Stored data:

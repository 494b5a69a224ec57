"""``compensator table``: the law as an integer lookup table in C99, with its sweep."""

from __future__ import annotations

import sys
from pathlib import Path

from compensator.cli._common import (
    add_json_flag,
    add_law_arguments,
    caution,
    format_table,
    law_from_args,
    non_negative_float,
    positive_float,
    print_json,
    usage_error,
)
from compensator.errors import InputError, Problem
from compensator.fileio import write_files_atomic
from compensator.findings import Severity
from compensator.firmware.layouts import LAYOUT_CHOICES
from compensator.firmware.table_c import (
    DEFAULT_FUNCTION_NAME,
    SWEEP_MODES,
    c_current_function_signature,
    c_function_signature,
    check_function_name,
    check_prefix,
    default_sweep_mode,
)
from compensator.firmware.table_files import SWEEP_FILE, prepare_table_files
from compensator.firmware.tables import DEFAULT_FAULT_MARGIN_K

__all__ = ["CAUTION", "ORDER", "register", "run"]

ORDER = 45

CAUTION = (
    "caution: the generated table sets a SiPM bias of tens of volts; above 60 V dc is hazardous live "
    "(IEC 61010-1). Check the output limits on the bench before fitting a sensor, and follow local codes "
    "and licensed practice."
)


def register(subparsers) -> None:
    parser = subparsers.add_parser(
        "table", help="integer lookup table ADC code -> DAC code as C99 source, within a gain-error bound",
        description="Tabulate the compensation law from the raw temperature ADC code to the bias DAC code, "
                    "build each layout (uniform, segmented, optimised, polynomial), check each at every ADC code "
                    "of the operating range, keep the smallest that meets --max-gain-error-pct, and write "
                    "NAME.h, NAME.c and sweep.csv to --out (all of them or none). With --drop-correction "
                    "measured the table holds the law for zero current and NAME_with_current() also adds the "
                    "series-resistor drop of the SiPM current read by the board's current_sense ADC. "
                    "JSON fields: layouts (every layout tried with table_bytes, entries and its largest "
                    "absolute gain error over every ADC code of the range), max_gain_error_pct (the chosen "
                    "table's largest absolute gain error over every ADC code of the range), safe_state (what "
                    "the sensor-fault DAC code does to the SiPM) and findings.")
    add_law_arguments(parser)
    parser.add_argument("--max-gain-error-pct", required=True, type=positive_float, metavar="P",
                        help="bound on the table's gain error at every ADC code of the range, percent")
    parser.add_argument("--out", required=True, metavar="DIR", help="output directory (created if missing)")
    parser.add_argument("--layout", choices=LAYOUT_CHOICES, default="smallest",
                        help="smallest (default): build every layout and keep the one with the fewest bytes; "
                             "uniform: power-of-two spacing indexed by shift; segmented: power-of-two segment "
                             "widths, values only; optimised: breakpoints placed to equalise error, binary "
                             "search, stored slopes; polynomial: integer Horner's rule (64-bit products)")
    parser.add_argument("--fault-margin-k", type=non_negative_float, default=DEFAULT_FAULT_MARGIN_K, metavar="K",
                        help="readings this far outside the operating range are sensor faults and get the "
                             f"safe DAC code, kelvin (default {DEFAULT_FAULT_MARGIN_K:g})")
    parser.add_argument("--name", default=DEFAULT_FUNCTION_NAME, metavar="NAME",
                        help=f"C function name and file stem (default {DEFAULT_FUNCTION_NAME}); not a C keyword "
                             "or a C standard-library name")
    parser.add_argument("--prefix", default="", metavar="PREFIX",
                        help="namespace prefix of every generated C symbol and of the file stem, e.g. hut_")
    parser.add_argument("--sweep", choices=SWEEP_MODES, default=None,
                        help="what sweep.csv holds: full (one row per ADC code; default up to 16-bit ADCs), "
                             "summary (blocks of codes with their largest error; default above) or none; every "
                             "code is checked whatever is written")
    parser.add_argument("--force", action="store_true", help="replace existing output files")
    add_json_flag(parser)
    parser.set_defaults(handler=run)


def _check_arguments(args) -> None:
    for flag, check, value in (("--name", check_function_name, args.name), ("--prefix", check_prefix, args.prefix)):
        try:
            check(value)
        except Exception as exc:  # ModelError: say which option
            raise usage_error(flag, getattr(exc, "reason", str(exc))) from None
    drop = args.drop_correction or ("none" if args.no_drop_correction else "modelled")
    if args.photon_rate_hz != 0.0 and drop != "modelled":
        raise usage_error("--photon-rate-hz", f"applies to the modelled drop correction only, not to {drop} "
                                              "(the table holds the zero-current law)")


def _refuse_existing(out: Path, names, force: bool) -> None:
    """Refuse before any work when a target exists (the writer checks again, atomically)."""
    if out.exists() and not out.is_dir():
        raise InputError(Problem(str(out), 0, "", "is not a directory (wanted for the table output)"))
    existing = [out / n for n in names if (out / n).exists()]
    if existing and not force:
        raise InputError([Problem(str(p), 0, "", "already exists; not overwriting (use --force to replace it)")
                          for p in existing])


def run(args) -> int:
    _check_arguments(args)
    caution(CAUTION)  # printed when the command ends, never with a usage error
    sipm, board, law = law_from_args(args)
    sym = args.prefix + args.name
    mode = args.sweep or default_sweep_mode(board.temperature.front_end.adc_bits)
    out = Path(args.out)
    _refuse_existing(out, [f"{sym}.h", f"{sym}.c", f"{sym}.image.json"] + ([SWEEP_FILE] if mode != "none" else []),
                     args.force)
    settings = {"law": law.kind, "overvoltage_v": f"{law.overvoltage_v:g}", "layout": args.layout,
                "max_gain_error_pct": f"{args.max_gain_error_pct:g}", "fault_margin_k": f"{args.fault_margin_k:g}",
                "drop_correction": law.drop_correction, "photon_rate_hz": f"{law.photon_rate_hz:g}"}
    if args.prefix:
        settings["prefix"] = args.prefix
    built = prepare_table_files(law, board, profiles=[sipm, board], max_gain_error_pct=args.max_gain_error_pct,
                                layout=args.layout, fault_margin_k=args.fault_margin_k, name=args.name,
                                prefix=args.prefix, sweep=mode, settings=settings)
    files = dict(built.files)
    files.update(_upload_image(built.table, sym))
    for finding in built.findings:
        if finding.severity != Severity.INFO:
            print(f"compensator: {finding.severity.value.upper()}: {finding.message}", file=sys.stderr, flush=True)
    paths = write_files_atomic(out, files, overwrite=args.force, what="table output")
    result = _result(args, sipm, board, law, built, paths)
    if args.json:
        print_json(result)
    else:
        _print_text(args, result, built)
    return 0


def _upload_image(table, sym: str) -> dict[str, str]:
    """The image `compensator board upload-table` sends to a board, as a file; none when the table has no image."""
    from compensator.link.images import ImageError, table_image

    try:
        return {f"{sym}.image.json": table_image(table).decode("ascii")}
    except ImageError as exc:
        print(f"compensator: note: no upload image: {exc}", file=sys.stderr)
        return {}


def _result(args, sipm, board, law, built, paths) -> dict:
    table, sweep, uniform = built.table, built.sweep, built.uniform_table
    safe = table.safe_state
    result = {
        "sipm": sipm.name, "board": board.name, "law": law.kind, "overvoltage_v": law.overvoltage_v,
        "layout": table.layout, "bound_pct": args.max_gain_error_pct,
        "entries": table.entries, "table_bytes": table.table_bytes,
        "uniform_entries": uniform.entries, "uniform_table_bytes": uniform.table_bytes,
        "layouts": [{"layout": c.layout, "table_bytes": c.table_bytes, "entries": c.entries,
                     "max_gain_error_pct": c.max_gain_error_pct, "within_bound": c.within_bound,
                     "reason": c.reason} for c in built.candidates],
        "codes_verified": int(sweep.adc_code.size),
        "max_gain_error_pct": sweep.max_gain_error_pct, "max_error_dac_lsb": sweep.max_error_dac_lsb,
        "worst_adc_code": sweep.worst_adc_code,
        "adc_quantisation_gain_error_pct": built.adc_quantisation_gain_error_pct,
        "adc_code_range": [table.code_lo, table.code_hi], "adc_fault_band": [table.fault_lo, table.fault_hi],
        "safe_dac_code": table.safe_dac_code, "dac_clamp": [table.dac_min, table.dac_max],
        "safe_state": None if safe is None else {
            "safe_dac_code": safe.dac_code, "profile_dac_code": safe.profile_dac_code,
            "max_output_v": safe.max_output_v, "min_temp_c": safe.coldest_temp_c,
            "min_breakdown_v": safe.min_breakdown_v, "margin_v": safe.margin_v,
            "below_breakdown": safe.below_breakdown, "needs_shutdown_line": safe.needs_shutdown_line},
        "c_function": c_function_signature(table, args.name, prefix=args.prefix),
        "sweep": built.sweep_mode,
        "drop_correction": law.drop_correction,
        "current_correction": None,
        "findings": [{"code": f.code, "severity": f.severity.value, "message": f.message} for f in built.findings],
        "files": [str(p) for p in paths],
    }
    cur = table.current
    if cur is not None:
        result["current_correction"] = {
            "c_function": c_current_function_signature(table, args.name, prefix=args.prefix),
            "dac_codes_per_current_code": cur.dac_codes_per_current_code, "factor": cur.factor, "shift": cur.shift,
            "current_code_max": cur.current_code_max, "limited_by": cur.limit_reason,
            "current_lsb_a": cur.lsb_a, "max_correction_v": cur.max_correction_v,
        }
    return result


def _print_text(args, result: dict, built) -> None:
    table, cur = built.table, built.table.current
    print(f"{result['sipm']} on {result['board']}: {result['law'].replace('_', ' ')} law at "
          f"{result['overvoltage_v']:g} V, {table.layout} layout")
    if result["layouts"]:
        rows = [(c["layout"], "-" if c["table_bytes"] is None else str(c["table_bytes"]),
                 "-" if c["entries"] is None else str(c["entries"]),
                 "-" if c["max_gain_error_pct"] is None else f"{c['max_gain_error_pct']:.4f}",
                 "chosen" if c["layout"] == table.layout else (c["reason"] or "")) for c in result["layouts"]]
        print(format_table(rows, ["layout", "table_bytes", "entries", "max_abs_gain_error_pct", ""]))
    print(f"table: {table.entries} entries, {table.table_bytes} bytes "
          f"(smallest uniform power-of-two table: {result['uniform_entries']} entries, "
          f"{result['uniform_table_bytes']} bytes)")
    print(f"largest absolute gain error over every ADC code {table.code_lo}..{table.code_hi}: "
          f"{result['max_gain_error_pct']:.4f} % (bound {args.max_gain_error_pct:g} %), "
          f"{result['max_error_dac_lsb']:.2f} DAC LSB; half an ADC code adds up to "
          f"{result['adc_quantisation_gain_error_pct']:.4f} %")
    print(f"codes outside {table.fault_lo}..{table.fault_hi} give the safe DAC code {table.safe_dac_code}")
    safe = table.safe_state
    if safe is not None and safe.below_breakdown:
        print(f"safe state: at most {safe.max_output_v:.3f} V, {safe.margin_v:.3f} V below the SiPM breakdown at "
              f"{safe.coldest_temp_c:g} C with every tolerance against it")
    elif safe is not None:
        print(f"safe state: NOT SAFE: up to {safe.max_output_v:.3f} V, {-safe.margin_v:.3f} V above the SiPM "
              f"breakdown at {safe.coldest_temp_c:g} C: the board needs a hardware enable/shutdown line (see stderr "
              f"and the header)")
    for finding in built.findings:
        if finding.severity == Severity.INFO:
            print(f"note: {finding.message}")
    print(f"function: {result['c_function']}")
    if cur is not None:
        print(f"measured drop correction: {result['current_correction']['c_function']} adds "
              f"{cur.dac_codes_per_current_code:.6g} DAC codes per current code ({1e9 * cur.lsb_a:.4g} nA), "
              f"as {cur.factor} / 2^{cur.shift}; current codes above {cur.current_code_max} ({cur.limit_reason}) "
              f"are limited, so it adds at most {cur.max_correction_v:.3f} V: a wrong current reading cannot take "
              f"the SiPM past its max_overvoltage_v")
    for p in result["files"]:
        print(f"wrote {p}")
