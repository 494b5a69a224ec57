"""``compensator board``: talk to a controller board (real or simulated) over the serial link."""

from __future__ import annotations

import dataclasses
import json
import sys
from pathlib import Path

from compensator.cli._common import (EXIT_OK, add_json_flag, bounded_int, caution, finite_float, non_negative_float,
                                     print_json)
from compensator.errors import InputError, Problem

__all__ = ["register", "run"]

ORDER = 70
#: Re-sends of one command before giving up (a one-shot command can afford to wait a second or two).
COMMAND_RETRIES = 10

#: The caution every link command shows (board, board-sim, board-code).
CAUTION = ("caution: a controller board drives a SiPM bias of tens of volts (above 60 V dc is hazardous live, "
           "IEC 61010-1) and possibly a cooler (an unsinked hot side runs away; a cold plate below the dew point "
           "wets the electronics); a simulation is no evidence that hardware is safe. Keep limits in hardware that "
           "does not depend on software (a bias supply that stops following its DAC is seen only through a bias "
           "read-back, and only a hardware enable line or load switch then removes the bias) and follow local "
           "codes and licensed practice.")


def register(subparsers) -> None:
    parser = subparsers.add_parser(
        "board", help="talk to a controller board over the serial link: status, set, upload, enable, watch",
        description="Send one command to a controller board over the link protocol (docs/protocol.md). --port "
                    "takes a device path, the path printed by `compensator board-sim`, or a pyserial URL. The "
                    "board refuses unsafe requests (exit status 2, with the reason). It holds its outputs only "
                    "while a host keeps talking to it (`watch` does; a board with its heartbeat watchdog on goes "
                    "to its safe state after the timeout). " + CAUTION)
    parser.add_argument("--port", required=True, metavar="URL", help="device path, pty path or pyserial URL")
    parser.add_argument("--baud", type=bounded_int(1, 100_000_000), default=115200, metavar="N", help="line speed, baud (default 115200)")
    parser.add_argument("--hexdump", action="store_true", help="print the traffic in hex on stderr")
    sub = parser.add_subparsers(dest="action", metavar="ACTION")
    sub.required = True
    p = sub.add_parser("status", help="one status sample: temperature, bias, current, faults")
    add_json_flag(p)
    p = sub.add_parser("identify", help="firmware version, board name, hashes of the loaded table and coefficients")
    add_json_flag(p)
    p = sub.add_parser("faults", help="live and latched faults with the value and time of each trip")
    add_json_flag(p)
    p = sub.add_parser("set-overvoltage", help="hold the law's overvoltage target (bias from the table)")
    p.add_argument("overvoltage_v", type=finite_float, metavar="V", help="overvoltage, volt")
    add_json_flag(p)
    p = sub.add_parser("set-bias", help="hold a fixed bias (refused above the board's or sensor's limits)")
    p.add_argument("bias_v", type=finite_float, metavar="V", help="bias, volt")
    add_json_flag(p)
    for name, what in (("upload-table", "a lookup-table image (NAME.image.json written by `compensator table`)"),
                       ("upload-pid", "a PID-coefficients image (NAME.image.json written by `compensator tune "
                                      "--emit-c`)")):
        p = sub.add_parser(name, help=f"upload {what}; the board applies it only when complete and checked")
        p.add_argument("path", metavar="PATH", help="the image file, or the folder holding exactly one")
        add_json_flag(p)
    for name, what in (("enable", "enable the outputs (the bias ramps up at the slew limit)"),
                       ("disable", "disable the outputs (the bias ramps down at the slew limit)"),
                       ("clear-faults", "clear latched faults whose cause has gone")):
        p = sub.add_parser(name, help=what)
        add_json_flag(p)
    p = sub.add_parser("watch", help="live telemetry on the terminal (keeps the board's watchdog fed)")
    p.add_argument("--period-s", type=non_negative_float, default=1.0, metavar="S",
                   help="telemetry period in board time, second (default 1)")
    p.add_argument("--duration-s", type=non_negative_float, default=None, metavar="S",
                   help="stop after this long, second (default: until Ctrl-C)")
    p.add_argument("--json-lines", action="store_true",
                   help="one JSON object per sample on stdout (JSON lines, field names as in `status --json`)")
    parser.set_defaults(handler=run)


def _image_path(path: str) -> Path:
    target = Path(path)
    if target.is_dir():
        images = sorted(target.glob("*.image.json"))
        if len(images) != 1:
            raise InputError(Problem(path, 0, "", f"needs exactly one *.image.json in the folder, found {len(images)}"))
        return images[0]
    if not target.is_file():
        raise InputError(Problem(path, 0, "", "no such file or folder"))
    return target


def _telemetry_json(t) -> dict:
    from compensator.firmware.faults import fault_names

    out = dataclasses.asdict(t)
    out["faults_live"] = fault_names(t.faults_live)
    out["faults_latched"] = fault_names(t.faults_latched)
    return out


def run(args) -> int:
    from compensator.link.client import BoardClient
    from compensator.link.images import read_image
    from compensator.link.protocol import UploadTarget

    hexdump = (lambda line: print(line, file=sys.stderr)) if args.hexdump else None
    action = args.action
    if action in ("set-bias", "set-overvoltage", "enable"):
        caution(CAUTION)
    image = None
    if action in ("upload-table", "upload-pid"):
        path = _image_path(args.path)
        from compensator.link.protocol import MAX_IMAGE_BYTES

        if path.stat().st_size > MAX_IMAGE_BYTES:
            raise InputError(Problem(str(path), 0, "", f"{path.stat().st_size} bytes; the protocol carries images of "
                                                       f"at most {MAX_IMAGE_BYTES} bytes"))
        try:
            image = path.read_bytes()
        except OSError as exc:
            raise InputError(Problem(str(path), 0, "", f"cannot read: {exc.strerror}")) from None
        try:
            kind, _ = read_image(image)
        except Exception as exc:  # an ImageError: say which file
            raise InputError(Problem(str(path), 0, "", str(exc))) from None
        wanted = "lookup_table" if action == "upload-table" else "pid_coefficients"
        if kind != wanted:
            raise InputError(Problem(str(path), 0, "image", f"holds {kind.replace('_', ' ')}, not "
                                                            f"{wanted.replace('_', ' ')}"))
    with BoardClient.open(args.port, baud_rate=args.baud, hexdump=hexdump, ramp_down_on_exit=False,
                          reconnect_timeout_s=2.0, retries=COMMAND_RETRIES) as board:
        if action == "watch":
            return _watch(board, args)
        result = _act(board, action, args, image, UploadTarget)
    if getattr(args, "json", False):
        print_json(result)
    else:
        for key, value in result.items():
            if isinstance(value, dict):
                continue
            if isinstance(value, list) and value and isinstance(value[0], dict):
                for record in value:
                    print(f"{key}: " + ", ".join(f"{k} {v}" for k, v in record.items()))
            else:
                print(f"{key}: {', '.join(map(str, value)) if isinstance(value, list) else value}")
    return EXIT_OK


def _act(board, action, args, image, UploadTarget) -> dict:
    port = {"port": args.port}
    if action == "status":
        s = board.status()
        t = s.telemetry
        return {**port, "temp_c": t.sensor_temp_c,
                "bias_v": t.bias_measured_v if t.bias_measured_v is not None else t.bias_set_v,
                "current_a": t.sipm_current_a, "faults": _telemetry_json(t)["faults_latched"],
                "board_mode": s.mode, "outputs_enabled": s.outputs_enabled, "bias_dac_code": s.bias_dac_code,
                "telemetry_period_s": s.telemetry_period_s, "telemetry": _telemetry_json(t)}
    if action == "identify":
        return {**port, **dataclasses.asdict(board.identify())}
    if action == "faults":
        f = board.faults()
        return {**port, "faults_live": f.live, "faults_latched": f.latched,
                "trips": [dataclasses.asdict(r) for r in f.trips]}
    if action == "set-overvoltage":
        return {**port, "overvoltage_target_v": board.set_overvoltage(args.overvoltage_v)}
    if action == "set-bias":
        return {**port, "bias_set_v": board.set_bias(args.bias_v)}
    if action in ("upload-table", "upload-pid"):
        target = UploadTarget.TABLE if action == "upload-table" else UploadTarget.COEFFICIENTS
        size = board.upload(target, image)
        ident = board.identify()
        digest = ident.table_sha256 if action == "upload-table" else ident.coefficients_sha256
        return {**port, "image_bytes": size, "image_sha256": digest}
    if action == "enable":
        board.enable()
        return {**port, "outputs_enabled": True}
    if action == "disable":
        board.disable()
        return {**port, "outputs_enabled": False}
    return {**port, "faults_latched": board.clear_faults()}


def _watch(board, args) -> int:
    from compensator.link.messages import Telemetry
    from compensator.vocabulary import to_json_value

    board.set_telemetry_period(args.period_s)
    header = f"{'uptime_s':>10} {'temp_c':>8} {'bias_v':>9} {'ov_target_v':>11} {'current_a':>10} faults"
    if not args.json_lines:
        print(header)
    samples = 0
    try:
        for item in board.stream(duration_s=args.duration_s):
            if not isinstance(item, Telemetry):
                print(f"link: {item.kind} {item.detail}" + (f" after {item.gap_s:.1f} s" if item.gap_s else ""),
                      file=sys.stderr)
                continue
            samples += 1
            if args.json_lines:
                print(json.dumps(to_json_value(_telemetry_json(item))), flush=True)
            else:
                cur = "-" if item.sipm_current_a is None else f"{item.sipm_current_a:.3e}"
                print(f"{item.uptime_s:10.1f} {item.sensor_temp_c:8.3f} {item.bias_set_v:9.4f} "
                      f"{item.overvoltage_target_v:11.4f} {cur:>10} "
                      f"{','.join(_telemetry_json(item)['faults_latched']) or '-'}", flush=True)
    finally:
        try:
            board.set_telemetry_period(0)
        except Exception:  # noqa: BLE001 - the port may be gone; the board keeps its own safety
            pass
    print(f"{samples} samples", file=sys.stderr)
    return EXIT_OK
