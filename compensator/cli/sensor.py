"""``compensator sensor``: what the board's temperature channel reads."""

from __future__ import annotations

import numpy as np

from compensator.cli._common import add_json_flag, format_table, print_json, temperature_c
from compensator.errors import InputError
from compensator.profiles import load_board

ORDER = 25


def register(subparsers) -> None:
    parser = subparsers.add_parser("sensor", help="convert between temperature and the board's ADC code")
    parser.add_argument("--board", required=True, metavar="FILE", help="board profile")
    group = parser.add_mutually_exclusive_group(required=True)
    group.add_argument("--adc-code", nargs="+", type=int, metavar="N", help="raw temperature ADC codes")
    group.add_argument("--temp-c", nargs="+", type=temperature_c, metavar="T", help="temperatures, degree Celsius")
    add_json_flag(parser)
    parser.set_defaults(handler=run)


def run(args) -> int:
    board = load_board(args.board)
    channel = board.temperature
    fe = channel.front_end
    if args.adc_code is not None:
        codes = np.asarray(args.adc_code, dtype=np.int64)
        bad = codes[(codes < 0) | (codes > fe.full_scale_code)]
        if bad.size:
            raise InputError(f"--adc-code: {int(bad[0])} is outside the {fe.adc_bits}-bit ADC range 0..{fe.full_scale_code}")
        temps = channel.temp_c(codes)
    else:
        temps = np.asarray(args.temp_c, dtype=float)
        try:
            codes = channel.adc_code(temps)
        except ValueError as exc:
            raise InputError(f"--temp-c: {exc}") from None
    read_c = channel.temp_c(codes)
    resistance = fe.resistance_ohm(codes)
    valid = np.isfinite(temps) & (codes > 0) & (codes < fe.full_scale_code)
    in_range = valid & (temps >= board.min_temp_c) & (temps <= board.max_temp_c)
    with np.errstate(invalid="ignore"):
        safe_t = np.where(valid, temps, 25.0)
        per_code = np.where(valid, channel.temp_per_code_k(safe_t), np.nan)
        tol = np.where(valid, channel.sensor.tolerance_k(safe_t), np.nan)
    status = np.where(~valid, "invalid (open/short or rail)", np.where(in_range, "ok", "outside operating range"))
    if args.json:
        print_json({"board": board.name, "file": args.board, "points": [
            {"adc_code": int(c), "resistance_ohm": float(r), "temp_c": float(t), "read_temp_c": float(rt),
             "k_per_code": float(k), "sensor_tolerance_k": float(s), "status": str(st)}
            for c, r, t, rt, k, s, st in zip(codes, resistance, temps, read_c, per_code, tol, status)]})
        return 0
    print(f"{board.name}: {type(channel.sensor).__name__}, {fe.adc_bits}-bit ADC "
          f"({'ratiometric' if fe.ratiometric else 'absolute reference'})")
    print(format_table(list(zip(codes.tolist(), resistance, temps, read_c, per_code * 1e3, tol, status)),
                       ["adc_code", "resistance_ohm", "temp_c", "read_temp_c", "mk_per_code", "tolerance_k", "status"],
                       ["d", ".2f", ".3f", ".3f", ".2f", ".3f", ""]))
    return 0
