"""``compensator model``: the SiPM model over temperature, at fixed bias or fixed overvoltage."""

from __future__ import annotations

import sys
from dataclasses import dataclass

import numpy as np

from compensator.cli._common import (
    EXIT_OK,
    add_json_flag,
    finite_float,
    format_table,
    non_negative_float,
    print_json,
    temperature_c,
)
from compensator.findings import Finding
from compensator.profiles import load_sipm

__all__ = ["register", "run", "ModelPoint"]

ORDER = 20


def register(subparsers) -> None:
    parser = subparsers.add_parser(
        "model", help="evaluate the SiPM model over temperature",
        description="Breakdown voltage, gain, PDE, dark count rate, crosstalk, current and the gain's temperature "
                    "coefficient at fixed bias, for a list of temperatures, at a fixed bias or at a fixed "
                    "overvoltage (the bias then follows the breakdown voltage).")
    parser.add_argument("--sipm", required=True, metavar="FILE", help="sipm profile")
    parser.add_argument("--temp-c", required=True, nargs="+", type=temperature_c, metavar="T",
                        help="temperatures, degree Celsius")
    group = parser.add_mutually_exclusive_group(required=True)
    group.add_argument("--bias-v", type=finite_float, metavar="V", help="fixed bias across the SiPM, volt")
    group.add_argument("--overvoltage-v", type=finite_float, metavar="V",
                       help="fixed overvoltage, volt (bias follows breakdown)")
    parser.add_argument("--photon-rate-hz", type=non_negative_float, default=0.0, metavar="R",
                        help="steady photon rate on the sensor for the current, hertz (default 0)")
    add_json_flag(parser)
    parser.set_defaults(handler=run)


@dataclass(frozen=True, kw_only=True)
class ModelPoint:
    """The SiPM at one temperature (the fields of ``compensator model --json``)."""

    temp_c: float
    bias_v: float
    breakdown_v: float
    overvoltage_v: float
    gain: float
    pde_fraction: float
    dark_rate_hz: float
    crosstalk_fraction: float
    current_a: float
    fixed_bias_gain_change_pct_per_k: float


def run(args) -> int:
    from compensator.instrument import sipm_operating_findings
    from compensator.physics.sipm import evaluate

    profile = load_sipm(args.sipm)
    state = evaluate(profile.device, np.asarray(args.temp_c), bias_v=args.bias_v, overvoltage_v=args.overvoltage_v,
                     photon_rate_hz=args.photon_rate_hz)
    findings: tuple[Finding, ...] = sipm_operating_findings(profile.device, state)
    columns = [np.atleast_1d(a).tolist() for a in (
        state.temp_c, state.bias_v, state.breakdown_v, state.overvoltage_v, state.gain, state.pde_fraction,
        state.dark_rate_hz, state.crosstalk_probability, state.current_a, state.gain_change_pct_per_k)]
    points = [ModelPoint(temp_c=t, bias_v=b, breakdown_v=vbd, overvoltage_v=ov, gain=g, pde_fraction=p,
                         dark_rate_hz=d, crosstalk_fraction=x, current_a=i, fixed_bias_gain_change_pct_per_k=c)
              for t, b, vbd, ov, g, p, d, x, i, c in zip(*columns)]
    mode = "bias" if args.bias_v is not None else "overvoltage"
    if args.json:
        print_json({"sipm": profile.name, "file": args.sipm, "mode": mode, "points": points,
                    "findings": findings, "warnings": [f.message for f in findings]})
    else:
        print(f"{profile.name}: {profile.description}".rstrip(": "))
        held = "bias held fixed" if mode == "bias" else "overvoltage held fixed (the bias follows the breakdown)"
        print(f"{held}; dgain_fixed_bias: the gain's change per kelvin if the bias stayed where it is")
        print(format_table(
            [(p.temp_c, p.bias_v, p.breakdown_v, p.overvoltage_v, p.gain, 100 * p.pde_fraction, p.dark_rate_hz / 1e3,
              100 * p.crosstalk_fraction, p.current_a * 1e6, p.fixed_bias_gain_change_pct_per_k) for p in points],
            ["temp_c", "bias_v", "breakdown_v", "overvoltage_v", "gain", "pde_%", "dark_khz", "crosstalk_%",
             "current_ua", "dgain_fixed_bias_%_per_k"],
            [".1f", ".3f", ".3f", ".3f", ".4g", ".1f", ".1f", ".2f", ".3f", "+.3f"]))
    for finding in findings:
        print(f"compensator: warning: {finding.message}", file=sys.stderr)
    return EXIT_OK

- **Exercise objective**
Could you find every line in the records above that has the string "join" and copy it?

- **The completed task**
                    print(f"{key}: " + ", ".join(f"{k} {v}" for k, v in record.items()))
                print(f"{key}: {', '.join(map(str, value)) if isinstance(value, list) else value}")
                      f"{','.join(_telemetry_json(item)['faults_latched']) or '-'}", flush=True)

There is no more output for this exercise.